Reclaiming and Prioritizing

I apologize if no one wants to hear about my diet and exercise, because that's what I'm really focused on right now and I'm feeling good and I'm happy about it, so blather blather blather here I go.

Every day, it seems, I'm bouncing back faster and can go longer. When I'm medicated well and having a good day, I can do almost anything. I can run. Well, I mostly jog, and it's still pretty brief and rare, but I can do it and it's been so long since I felt my heart beating hard and my breath coming fast without my head also immediately screaming out in protest, it's pure euphoria. Like reclaiming music, and dancing for the first time in years, being able to run and move easily again feels like an enormous freedom, a gift I never expected and would never have even hoped for.

I took this quarter off school, and I'm feeling a strong pull to use this time to focus on my physical fitness and experiment more with this vegan, whole-foods diet I'm rocking. It's difficult to really push myself physically if I have anything else going on in my life, because migraines only allow me a finite number of spoons in a day, and I don't have any idea what that number might be, so it's a huge gamble to spend more than a handful on exercise because I could easily not be able to do anything else for the day after even a gentle workout. So, if I know I want to have dinner with my parents tomorrow, or have to go grocery shopping later, or just want to finally get all the kitchen clean at the same time, I sacrifice my fitness goals for the sake of having a (relatively hygienic) life. And then we add school to the equation, and exercise is even further backburned for the sake of my coveted, beloved, necessary-as-oxygen As. Oh, I will not get a B, I will not.

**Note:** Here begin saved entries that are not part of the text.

# check counts the checkpoint beside the outputs: on a tmpfs of 64 pages
# (262144 bytes, all free), a NetCDF-only grid of 3000 points stores 7
# metrics, 168000 bytes at most in sweep.nc (8 bytes a value) and as many in
# the checkpoint while the run lasts (docs/config.md): the outputs alone
# would fit, the two together do not, and check must warn; 1000 points
# (112000 bytes in all) fit, and it must not.
ns_check_space() {
    d="$T/space"
    if ! { mkdir "$d" && mount -t tmpfs -o size=262144 tmpfs "$d"; }; then
        fail "check counts the checkpoint" "no tmpfs"
        return
    fi
    for n in 3000 1000; do
        "$VG" check "$CFG" --out "$d" --set "parameters.gap=0 .. 600 meV, $n points" \
            --set 'parameters.reorganization=100 meV' --set 'output.data=netcdf' \
            --set 'output.figures=none' \
            >"$T/out" 2>"$T/err"
        got=$?
        warned=0
        grep -q "warning: the outputs and the run's checkpoint may need up to" "$T/err" && warned=1
        if [ "$n" -eq 3000 ] && [ "$got" -eq 0 ] && [ "$warned" -eq 1 ] &&
            grep -qx 'checkpoint while the run lasts: 168 kB more' "$T/out"; then
            pass "check warns when outputs and checkpoint together exceed the free space (3000 points, 262 kB free)"
        elif [ "$n" -eq 1000 ] && [ "$got" -eq 0 ] && [ "$warned" -eq 0 ]; then
            pass "check does not warn when both fit (1000 points, 262 kB free)"
        else
            fail "check and the checkpoint's space ($n points)" "exit $got: $(cat "$T/out" "$T/err" | tail -4)"
        fi
    done
}

# The disk filling at every stage: the BIG sweep (checkpoint, data files,
# figures) on a tmpfs with 30, 35, ... 200 pages free, so that the space
# runs out at many different places inside the writers (one fixed size can
# miss a fault path).  Each run must exit 0 (everything fitted: sweep.csv
# equal to the reference run's) or 4 with one line giving ENOSPC; never be
# killed by a signal; leave no temporary file; and leave the earlier
# outputs byte-identical, except that once the data files are committed
# they are the new complete ones and only the maps are earlier ones.
ns_full_scan() {
    why=$(reason ENOSPC)
    crashed="" wrong="" left="" damaged="" runs=0
    for free in $(seq 30 5 200); do
        d="$T/scan$free"
        mkdir "$d" && full_tmpfs "$d" "$free" || {
            fail "full disk scan" "no tmpfs"
            return
        }
        sweep "$d" --set "$BIG" 2>"$T/err"
        got=$?
        runs=$((runs + 1))
        [ "$got" -gt 128 ] && crashed="$crashed $free:$(kill -l "$got" 2>/dev/null || echo "$got")"
        if [ "$got" -eq 4 ]; then
            grep -qi "^vibrogate: .*$why" "$T/err" && [ "$(wc -l <"$T/err")" -eq 1 ] ||
                wrong="$wrong $free"
        elif [ "$got" -ne 0 ] || ! cmp -s "$d/sweep.csv" "$T/ref-big/sweep.csv"; then
            [ "$got" -le 128 ] && wrong="$wrong $free"
        fi
        [ -n "$(cd "$d" && ls -A | grep '^\.' | grep -vx .vibrogate-run)" ] && left="$left $free"
        if cmp -s "$d/sweep.csv" "$T/ref-big/sweep.csv"; then
            sums="$T/maps.sum"
        else
            sums="$T/stage.sum"
        fi
        [ "$got" -ne 0 ] && ! (cd "$d" && sha256sum -c --quiet "$sums" >/dev/null 2>&1) &&
            damaged="$damaged $free"
        umount "$d"
    done
    what="full disk at $runs sizes from 30 to 200 free pages (BIG sweep with figures)"
    check_list "$what: never killed by a signal" "$crashed" "killed at free pages:signal"
    check_list "$what: exit 0, or 4 with one line giving '$why'" "$wrong" "wrong at free pages"
    check_list "$what: no temporary file left" "$left" "left at free pages"
    check_list "$what: earlier outputs byte-identical (the maps alone once the data are new)" \
        "$damaged" "changed at free pages"
}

Like today, I did a half-jog, half-hike up the hill with the puppies, I cleaned the fridge, and that might be it for me for the day. Possibly longer, depending on luck and triggers and whatever gods you all believe in. But, I still have a chance of getting back up and getting something else done, or taking the puppies out, or getting more writing in, because belting out this post is leaving me kind of optimistic for the rest of the day.

Which is something else I'm going to be needing to reclaim soon enough, my optimism abandoned me a while back, and I've felt its loss more dearly lately. It's time to find the bright side again, even if I have to wear shades to endure it.

My current migraine treatment plan is exercise, vegetables, and marijuana, and I feel the best I've felt in nearly seven years. Expect further rambling updates.